Biological catalysts that speed up the rate of metabolic reactions without being used up or permanently altered.

Question 22

Define catalysis

Answer 22

The process where a substance speeds up a chemical reaction by lowering activation energy without being used up itself.

Question 23

What are enzymes made of?

Answer 23

Protein

Question 24

What class of proteins are enzymes generally made up of?

Answer 24

Globular proteins

Question 25

How do enzymes work?

Answer 25

The active site is specific to a certain substrate. When the enzyme and substrate bind they form a complex, which lasts until the reaction is complete.

Question 26

What is meant by a specific active site?

Answer 26

The 3D structure of each enzyme is unique because of the side chains and branches.
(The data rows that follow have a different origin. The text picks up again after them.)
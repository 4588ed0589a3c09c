#include "tailwise/asof.h"

#include <algorithm>

namespace tailwise {

Result<PriceHistory> cutHistoryAt(const PriceHistory &prices, Date asOf)
{
    const std::string source = prices.sourceName.empty() ? std::string("the price history") : prices.sourceName;
    if (prices.dates.empty())
        return fieldError(ErrorKind::InsufficientData, "as-of", source + " has no dates");
    const std::string range = toIso(prices.dates.front()) + " to " + toIso(prices.dates.back());
    if (asOf < prices.dates.front())
        return fieldError(ErrorKind::Value, "as-of",
                          "the date " + toIso(asOf) + " is before the history of " + source + " (" + range + ")");
    if (asOf > prices.dates.back())
        return fieldError(ErrorKind::Value, "as-of",
                          "the date " + toIso(asOf) + " is after the history of " + source + " (" + range + ")");
    const auto end = std::upper_bound(prices.dates.begin(), prices.dates.end(), asOf);
    const int rows = static_cast<int>(end - prices.dates.begin());
    PriceHistory cut;
    cut.assets = prices.assets;
    cut.dates.assign(prices.dates.begin(), end);
    cut.prices = prices.prices.topRows(rows);
    cut.warnings = prices.warnings;
    cut.sourceName = prices.sourceName;
    return cut;
}

Result<Date> parseAsOfDate(const std::string &text)
{
    if (const auto d = parseIsoDate(text))
        return *d;
    return fieldError(ErrorKind::Value, "as-of", "expected a date as YYYY-MM-DD, found \"" + text + "\"");
}

} // namespace tailwise
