#include "tailwise/modeldensity.h"

#include "tailwise/cornishfisher.h"
#include "tailwise/studentt.h"

#include <boost/math/distributions/normal.hpp>
#include <boost/math/distributions/students_t.hpp>

#include <cmath>

namespace tailwise {

namespace {

double cornishFisherSlope(double z, Shape s)
{
    const double S = s.skewness, K = s.excessKurtosis;
    return 1.0 + z * S / 3.0 + (3.0 * z * z - 3.0) * K / 24.0 - (6.0 * z * z - 5.0) * S * S / 36.0;
}

// z with z_cf(z) = u, for an increasing z_cf.
double invertCornishFisher(double u, Shape s)
{
    double lo = -40.0, hi = 40.0;
    for (int i = 0; i < 200 && hi - lo > 1e-13; ++i) {
        const double mid = 0.5 * (lo + hi);
        (cornishFisherZ(mid, s) < u ? lo : hi) = mid;
    }
    return 0.5 * (lo + hi);
}

} // namespace

std::optional<std::vector<double>> modelPnlDensity(const RiskReport &report, std::span<const double> points)
{
    const double mu = report.horizon.mean;
    const double sigma = report.horizon.sd;
    if (!(sigma > 0.0))
        return std::nullopt;
    const ModelDetails &m = report.model;
    std::vector<double> out;
    out.reserve(points.size());
    const boost::math::normal standard;
    switch (m.used) {
    case RiskModel::Normal:
        for (double x : points)
            out.push_back(boost::math::pdf(standard, (x - mu) / sigma) / sigma);
        break;
    case RiskModel::StudentT: {
        const double nu = m.horizonDof.value_or(*m.dof);
        const double scale = studentTScale(nu) * sigma;
        const boost::math::students_t t(nu);
        for (double x : points)
            out.push_back(boost::math::pdf(t, (x - mu) / scale) / scale);
        break;
    }
    case RiskModel::CornishFisher: {
        if (!m.cornishFisherMonotone.value_or(false))
            return std::nullopt;
        const Shape shape = m.horizonShape.value_or(*m.shape);
        for (double x : points) {
            const double z = invertCornishFisher((x - mu) / sigma, shape);
            out.push_back(boost::math::pdf(standard, z) / (sigma * cornishFisherSlope(z, shape)));
        }
        break;
    }
    case RiskModel::Historical:
    case RiskModel::MonteCarlo:
        return std::nullopt;
    }
    for (double v : out)
        if (!std::isfinite(v) || v < 0.0)
            return std::nullopt;
    return out;
}

} // namespace tailwise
This makes the active site unique as well, so only substrates that match the active site can bind there.

Question 27

Differentiate between intracellular and extracellular enzymes

Answer 27

Intracellular: catalyse restions inside the cells. Extracellular: catalyse reactions outside of cells.

Question 28

Describe the lock and key model.

Answer 28

1. Substrate and active site come into contact. 2. Substrate binds and the enzyme-substrate complex is formed. 3. Reaction takes place, products are formed. 4. Products are released from the active site and the site can bind to another substrate.

Question 29

Describe the induced fit hypothesis

Answer 29

1. Enzyme approaches the substrate. 2. Enzyme binds 3. The substrate induces a subtle change in the active site so that it fits the substrate precisely. 4. The enzyme catalyses reaction and creates an enzyme product complex 5. The enzyme releases the products.

Question 30

Describe the effect of t° on the rate of an enzyme controlled reaction.

Answer 30

As t° increases, so does rate of reaction. Once t° exceeds the optimum, the enzyme denatures and the rate of reaction decreases.

Question 31

Why does the rate of an enzyme-controlled reaction increase when the t° increases?

Answer 31

As t° increases, the particles have more kinetic energy. This increases chances of collisions between molecules being successful and leading to a reaction.

Question 32

If t° increases above the optimum, how does this affect enzyme function?

Answer 32

As the atoms in the active site gain more energy, they vibrate more which disrupts the bonds. The active site will be distorted and the bonds are broken. This denatures the enzyme and so it will no longer fit the substrate and can't catalyse the reaction.

Question 33

Describe the effect of pH on the rate of an enzyme-controlled reaction.

Answer 33

-The rate of an enzyme catalysed reaction is faster at the optimum pH. -If pH is too high or low, the enzyme will work less efficiently and the active site may be denatured at extremes of pH

Question 34

How does substrate concentration affect the rate of an enzyme-controlled reaction?

Answer 34

If enzyme concentration is fixed, the rate of reaction increases proportionally to the substrate concentration. Once all active sites become full, the rate no longer increases. It's a limiting factor.

Question 35

How does enzyme concentration affect the rate of an enzyme-controlled reaction?

Answer 35

If substrate concentration is fixed, rate of reaction increases proportionally to the enzyme concentration. When all the substrates occupy active sites, the rate no longer increases. It's a limiting factor.